Politicians and their cronies in the Financial Establishment ensure public acquiescence to endless bailouts by creating night terrors among the people of “systemic risk” that could bring total financial collapse, much as a kidnapper instills terror in the parents of what could happen to the child he holds hostage if they don’t pay up. So even though polls and markets reveal a complete lack of public confidence in government’s ability to fix the banking problem, people are afraid to stop the government from continuing its destructive policies.

When people lose confidence in capitalism they turn to fascism, which it precisely what is occurring before our eyes.

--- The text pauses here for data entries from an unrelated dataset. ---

#!/usr/bin/env python3
"""Write a dozen invented typical-year weather files (EPW layout) for demos.

Every site here is invented: its name, and its weather, which is a simple
clear-sky envelope times an invented cloudiness, with invented temperatures,
dew points, wind and pressure. None of it is a measurement of any place.

Layout: the public EnergyPlus weather file format (8 header lines, then 8760
hourly rows of 35 comma-separated fields, hour-ending local standard time).
Fields that the format allows to be missing are written with its missing-value
codes (illuminances, ceiling, visibility, precipitable water, AOD, snow).

Deterministic: one seed per site, derived from the site's index; rerunning
writes byte-identical files.

    python3 examples/sites/generate.py [OUT_DIR]   # default: this script's folder

Models (all simple published forms, each cited below):
* sun position: Spencer (1971) Fourier series for declination and equation of
  time (from memory); hour angle at mid-interval of each hour-ending row.
* clear sky: direct normal 1361 W/m² x E0 x 0.7^(AM^0.678) (Meinel & Meinel
  1976, from memory), air mass by Kasten & Young (1989), scaled by station
  pressure; clear-sky diffuse 10 % of the horizontal direct part (common
  practice).
* clouds: global horizontal = clear-sky x (1 - 0.75 C^3.4) for cloud cover C
  in [0, 1] (Kasten & Czeplak 1980, from memory); diffuse fraction from the
  hourly clearness index by Erbs, Klein & Duffie (1982) (from memory); direct
  normal = (global - diffuse) / cos(zenith).
* relative humidity from temperature and dew point by the Magnus formula with
  Alduchov & Eskridge (1996) constants (from memory); pressure from elevation
  by the standard-atmosphere barometric formula (common practice).
"""
import math
import os
import sys

import numpy as np

SOLAR_CONSTANT = 1361.0  # [W/m²], common practice (Kopp & Lean 2011, from memory)
DAYS_IN_MONTH = [31, 28, 31, 30, 31, 30, 31, 31, 30, 31, 30, 31]
YEAR = 2001  # a non-leap year written on every row; the weather is invented

# Invented sites: (file stem, name, region, country, lat [deg N], lon [deg E],
# elevation [m], climate). Climate parameters:
#   cloud_mean  mean cloud cover [0..1]          cloud_season  its summer-winter swing (+ = cloudier in summer)
#   t_mean      annual mean temperature [°C]     t_season      half the summer-winter swing [K]
#   t_day       half the diurnal swing [K]       dew_dep       mean dew-point depression [K]
#   wind        mean wind speed [m/s]            albedo        ground albedo
#   haze        clear-sky beam transmittance relative to the Meinel envelope (humid and dusty air < 1)
SITES = [
    ('dunmere-flats', 'Dunmere Flats', 'Inland Basin', 'Invented', 24.6, 8.4, 520, dict(cloud_mean=0.06, cloud_season=0.02, t_mean=27.0, t_season=9.0, t_day=8.0, dew_dep=20.0, wind=4.0, albedo=0.32, haze=0.93)),
    ('harrowgate-mesa', 'Harrowgate Mesa', 'High Plateau', 'Invented', 33.9, -111.2, 1480, dict(cloud_mean=0.15, cloud_season=0.08, t_mean=16.0, t_season=10.0, t_day=9.0, dew_dep=15.0, wind=3.5, albedo=0.25, haze=0.97)),
    ('saltreach', 'Saltreach', 'Coastal Desert', 'Invented', -22.8, -69.6, 1150, dict(cloud_mean=0.05, cloud_season=0.01, t_mean=17.0, t_season=4.0, t_day=7.0, dew_dep=14.0, wind=5.0, albedo=0.30, haze=1.00)),
    ('kelvara-bay', 'Kelvara Bay', 'Southern Delta', 'Invented', 23.1, 113.6, 12, dict(cloud_mean=0.62, cloud_season=0.15, t_mean=22.5, t_season=7.0, t_day=3.5, dew_dep=4.0, wind=2.5, albedo=0.18, haze=0.78)),
    ('marsh-end', 'Marsh End', 'Gulf Lowlands', 'Invented', 29.9, -90.4, 4, dict(cloud_mean=0.48, cloud_season=0.10, t_mean=20.5, t_season=8.0, t_day=5.0, dew_dep=4.5, wind=3.0, albedo=0.17, haze=0.82)),
    ('orvale', 'Orvale', 'Monsoon Coast', 'Invented', 13.2, 80.1, 20, dict(cloud_mean=0.50, cloud_season=0.25, t_mean=28.5, t_season=3.0, t_day=4.5, dew_dep=5.0, wind=3.2, albedo=0.18, haze=0.80)),
    ('fenwick-moor', 'Fenwick Moor', 'Northern Uplands', 'Invented', 56.4, -3.9, 210, dict(cloud_mean=0.74, cloud_season=-0.05, t_mean=8.0, t_season=6.0, t_day=3.5, dew_dep=2.5, wind=5.5, albedo=0.20, haze=0.92)),
    ('skarholm', 'Skarholm', 'Fjord Coast', 'Invented', 60.6, 5.6, 35, dict(cloud_mean=0.78, cloud_season=-0.06, t_mean=7.0, t_season=7.0, t_day=3.0, dew_dep=2.5, wind=4.5, albedo=0.22, haze=0.94)),
    ('tallow-point', 'Tallow Point', 'Cold Littoral', 'Invented', -45.9, -67.5, 60, dict(cloud_mean=0.45, cloud_season=-0.05, t_mean=12.0, t_season=6.5, t_day=5.0, dew_dep=8.0, wind=8.0, albedo=0.20, haze=0.95)),
    ('verdance', 'Verdance', 'River Plain', 'Invented', 48.2, 11.3, 480, dict(cloud_mean=0.60, cloud_season=-0.10, t_mean=9.5, t_season=9.5, t_day=5.0, dew_dep=4.0, wind=3.0, albedo=0.20, haze=0.90)),
    ('amberlake', 'Amberlake', 'Highland Savanna', 'Invented', -1.4, 36.7, 1700, dict(cloud_mean=0.42, cloud_season=0.05, t_mean=18.5, t_season=1.5, t_day=6.0, dew_dep=7.0, wind=3.5, albedo=0.20, haze=0.84)),
    ('cinder-reach', 'Cinder Reach', 'Mediterranean Shore', 'Invented', 37.3, -5.8, 90, dict(cloud_mean=0.25, cloud_season=-0.20, t_mean=18.5, t_season=8.0, t_day=7.5, dew_dep=9.0, wind=3.0, albedo=0.22, haze=0.90)),
]


def day_of_year_and_hour():
    """[day of year 1..365], [month], [day of month], [hour 1..24] for the 8760 hour-ending rows."""
    doy, month, dom, hour = [], [], [], []
    n = 0
    for m, days in enumerate(DAYS_IN_MONTH, start=1):
        for d in range(1, days + 1):
            n += 1
            for h in range(1, 25):
                doy.append(n)
                month.append(m)
                dom.append(d)
                hour.append(h)
    return np.array(doy), np.array(month), np.array(dom), np.array(hour)


def sun_geometry(doy, hour, lat_deg, lon_deg, tz_hours):
    """cos(zenith) at each hour's mid-interval, and E0 the Earth-Sun distance factor [-]."""
    gamma = 2 * np.pi * (doy - 1) / 365.0
    decl = (0.006918 - 0.399912 * np.cos(gamma) + 0.070257 * np.sin(gamma) - 0.006758 * np.cos(2 * gamma)
            + 0.000907 * np.sin(2 * gamma) - 0.002697 * np.cos(3 * gamma) + 0.00148 * np.sin(3 * gamma))
    eot_min = 229.18 * (0.000075 + 0.001868 * np.cos(gamma) - 0.032077 * np.sin(gamma)
                        - 0.014615 * np.cos(2 * gamma) - 0.040849 * np.sin(2 * gamma))
    e0 = (1.000110 + 0.034221 * np.cos(gamma) + 0.001280 * np.sin(gamma)
          + 0.000719 * np.cos(2 * gamma) + 0.000077 * np.sin(2 * gamma))
    clock = hour - 0.5  # mid-interval of an hour-ending row [h, local standard time]
    solar_time = clock + (eot_min + 4.0 * (lon_deg - 15.0 * tz_hours)) / 60.0
    omega = np.radians(15.0 * (solar_time - 12.0))
    phi = math.radians(lat_deg)
    cosz = np.sin(phi) * np.sin(decl) + np.cos(phi) * np.cos(decl) * np.cos(omega)
    return cosz, e0


def kasten_young_air_mass(cosz):
    """Relative optical air mass [-] (Kasten & Young 1989); inf below the horizon."""
    zen = np.degrees(np.arccos(np.clip(cosz, -1.0, 1.0)))
    am = np.full_like(cosz, np.inf)
    up = zen < 90.0
    am[up] = 1.0 / (cosz[up] + 0.50572 * (96.07995 - zen[up]) ** -1.6364)
    return am


def erbs_diffuse_fraction(kt):
    """Diffuse fraction of global horizontal from the clearness index (Erbs et al. 1982)."""
    return np.where(kt <= 0.22, 1.0 - 0.09 * kt,
                    np.where(kt <= 0.80, 0.9511 - 0.1604 * kt + 4.388 * kt ** 2 - 16.638 * kt ** 3 + 12.336 * kt ** 4,
                             0.165))


def ar1(rng, n, rho, sigma):
    """A stationary first-order autoregressive series of length n, zero mean, standard deviation sigma."""
    out = np.empty(n)
    x = rng.normal(0.0, sigma)
    innov = rng.normal(0.0, sigma * math.sqrt(1 - rho * rho), n)
    for i in range(n):
        x = rho * x + innov[i]
        out[i] = x
    return out


def magnus_rh(t_c, dew_c):
    """Relative humidity [%] from temperature and dew point [°C] (Magnus form)."""
    a, b = 17.625, 243.04
    return 100.0 * np.exp(a * dew_c / (b + dew_c) - a * t_c / (b + t_c))


def site_rows(index, site):
    stem, name, region, country, lat, lon, elev, c = site
    rng = np.random.default_rng(20261203 + 7919 * index)
    tz = round(lon / 15.0)
    doy, month, dom, hour = day_of_year_and_hour()
    n = doy.size
    cosz, e0 = sun_geometry(doy, hour, lat, lon, tz)
    up = cosz > 0.0
    pressure_pa = 101325.0 * (1 - 2.25577e-5 * elev) ** 5.25588

    # Season: +1 at local midsummer (day 172 north, day 355 south).
    summer = np.cos(2 * np.pi * (doy - (172 if lat >= 0 else 355)) / 365.0)

    # Cloud cover: a daily weather regime plus hourly jitter, clipped to [0, 1].
    days = 365
    daily = ar1(rng, days, 0.7, 0.30)
    cloud_mean_day = c['cloud_mean'] + c['cloud_season'] * summer[::24]
    # A logistic map keeps the mean near cloud_mean while allowing clear and overcast days.
    logit = np.log(np.clip(cloud_mean_day, 0.02, 0.98) / (1 - np.clip(cloud_mean_day, 0.02, 0.98)))
    day_cover = 1.0 / (1.0 + np.exp(-(logit + 3.0 * daily)))
    cover = np.clip(np.repeat(day_cover, 24) + rng.normal(0.0, 0.08, n), 0.0, 1.0)

    # Clear-sky envelope and cloudy global, diffuse, direct [W/m², = Wh/m² over the hour].
    am = kasten_young_air_mass(cosz) * (pressure_pa / 101325.0)
    dni_clear = np.where(up, SOLAR_CONSTANT * e0 * c['haze'] * 0.7 ** (np.where(up, am, 1.0) ** 0.678), 0.0)
    ghi_clear = np.where(up, dni_clear * cosz * 1.1, 0.0)
    ghi = ghi_clear * (1.0 - 0.75 * cover ** 3.4)
    etr_h = np.where(up, SOLAR_CONSTANT * e0 * cosz, 0.0)
    kt = np.where(etr_h > 1.0, ghi / np.maximum(etr_h, 1e-9), 0.0)
    kt = np.clip(kt, 0.0, 1.0)
    dhi = np.where(up, ghi * erbs_diffuse_fraction(kt), 0.0)
    dni = np.where(cosz > 0.0174, (ghi - dhi) / np.maximum(cosz, 0.0174), 0.0)  # no beam within 1° of the horizon
    dhi = np.where(cosz > 0.0174, dhi, ghi)  # near the horizon, all of it diffuse
    dni = np.maximum(dni, 0.0)

    # Temperature: annual and diurnal waves (warmest mid-afternoon), cooled by clouds, plus weather noise.
    t_noise = ar1(rng, n, 0.97, 1.8)
    diurnal = np.cos(2 * np.pi * (hour - 0.5 - 15.0) / 24.0)
    t_air = c['t_mean'] + c['t_season'] * summer + c['t_day'] * (1.0 - 0.6 * cover) * diurnal + t_noise
    dew_dep = np.clip(c['dew_dep'] * (1.0 - 0.6 * cover) + 0.3 * c['t_day'] * (diurnal + 1.0) + rng.normal(0.0, 1.0, n), 0.3, None)
    dew = t_air - dew_dep
    rh = np.clip(magnus_rh(t_air, dew), 1.0, 100.0)
    p_station = pressure_pa + ar1(rng, n, 0.995, 600.0)

    # Wind: Weibull (shape 2) speed, a prevailing direction with wander.
    wind = c['wind'] * rng.weibull(2.0, n) / 0.8862
    wind_dir = np.mod(np.rint(240.0 + ar1(rng, n, 0.98, 50.0)), 360.0)  # whole degrees in [0, 360)

    sky_tenths = np.rint(cover * 10).astype(int)
    opaque_tenths = np.minimum(sky_tenths, np.rint(cover ** 1.5 * 10).astype(int))

    header = [
        f'LOCATION,{name},{region},{country},invented by examples/sites/generate.py,000000,{lat:.4f},{lon:.4f},{tz:.1f},{elev:.1f}',
        'DESIGN CONDITIONS,0',
        'TYPICAL/EXTREME PERIODS,0',
        'GROUND TEMPERATURES,0',
        'HOLIDAYS/DAYLIGHT SAVING,No,0,0,0',
        'COMMENTS 1,Invented site and weather for gapstack demos: not a measurement of any place',
        f'COMMENTS 2,Climate: cloud cover mean {c["cloud_mean"]:.2f}; annual mean temperature {c["t_mean"]:.1f} C; seed {20261203 + 7919 * index}',
        'DATA PERIODS,1,1,Data,Monday, 1/ 1,12/31',
    ]
    rows = []
    for i in range(n):
        fields = [
            str(YEAR), str(month[i]), str(dom[i]), str(hour[i]), '0',
            '?9?9?9?9E0?9?9?9?9?9?9?9?9?9?9?9?9?9?9?9*9*9?9?9?9',
            f'{t_air[i]:.1f}', f'{dew[i]:.1f}', f'{rh[i]:.0f}', f'{p_station[i]:.0f}',
            f'{etr_h[i]:.0f}', f'{(SOLAR_CONSTANT * e0[i]) if up[i] else 0.0:.0f}', '9999',
            f'{ghi[i]:.0f}', f'{dni[i]:.0f}', f'{dhi[i]:.0f}',
            '999999', '999999', '999999', '9999',
            f'{wind_dir[i]:.0f}', f'{wind[i]:.1f}', str(sky_tenths[i]), str(opaque_tenths[i]),
            '9999', '99999', '9', '999999999',
            '999', '.999', '999', '99', f'{c["albedo"]:.2f}', '999', '99',
        ]
        rows.append(','.join(fields))
    return stem, '\n'.join(header + rows) + '\n'


def main():
    out_dir = sys.argv[1] if len(sys.argv) > 1 else os.path.dirname(os.path.abspath(__file__))
    os.makedirs(out_dir, exist_ok=True)
    for index, site in enumerate(SITES):
        stem, text = site_rows(index, site)
        with open(os.path.join(out_dir, f'{stem}.epw'), 'w', newline='') as f:
            f.write(text)


if __name__ == '__main__':
    main()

In Chairman Bernanke’s testimony before Congress, he said the government has ways other than “nationalization” to control financial institutions, and he rejected the medical metaphor used earlier by Treasury Secretary Timothy Geithner when he announced the stress tests for banks. Bernanke made it clear (and Geithner later confirmed) that the Treasury Secretary’s stress test for banks is not really analogous to the strenuous test for heart disease doctors administer; it is more like a means test for welfare applied by social workers. Both Geithner and Bernanke insist it isn’t a matter of whether banks pass or fail the stress tests. Rather, the assessment is intended to determine how big a bailout they are going to get from Uncle Sam. 

Here is how Chairman Bernanke described Obama’s Great Economy Welfare Programs for bankers:

(i) A new “capital assistance program [a federal cash-assistance welfare program like Food Stamps] to ensure that banks have adequate buffers of high-quality capital”;

(ii) A “public-private investment fund in which private capital will be leveraged with public funds [a federal matching-grant welfare program like Medicaid] to purchase legacy assets [aka worthless assets] from financial institutions”; and

(iii) A new Federal Reserve program “using capital provided by the Treasury [a government-financed, third-party, faith-based charity program] to expand the size and scope of the TALF [Term Asset-Backed Securities Loan Facility] to include securities backed by commercial real estate loans and potentially other types of asset-backed securities as well” [aka more worthless assets].

There is no doubt President Obama is a charmer and a smooth political operator. After the past couple of weeks, however, there also is ample evidence his administration has no idea what it is doing economically and is putting the nation on a course to financial ruin.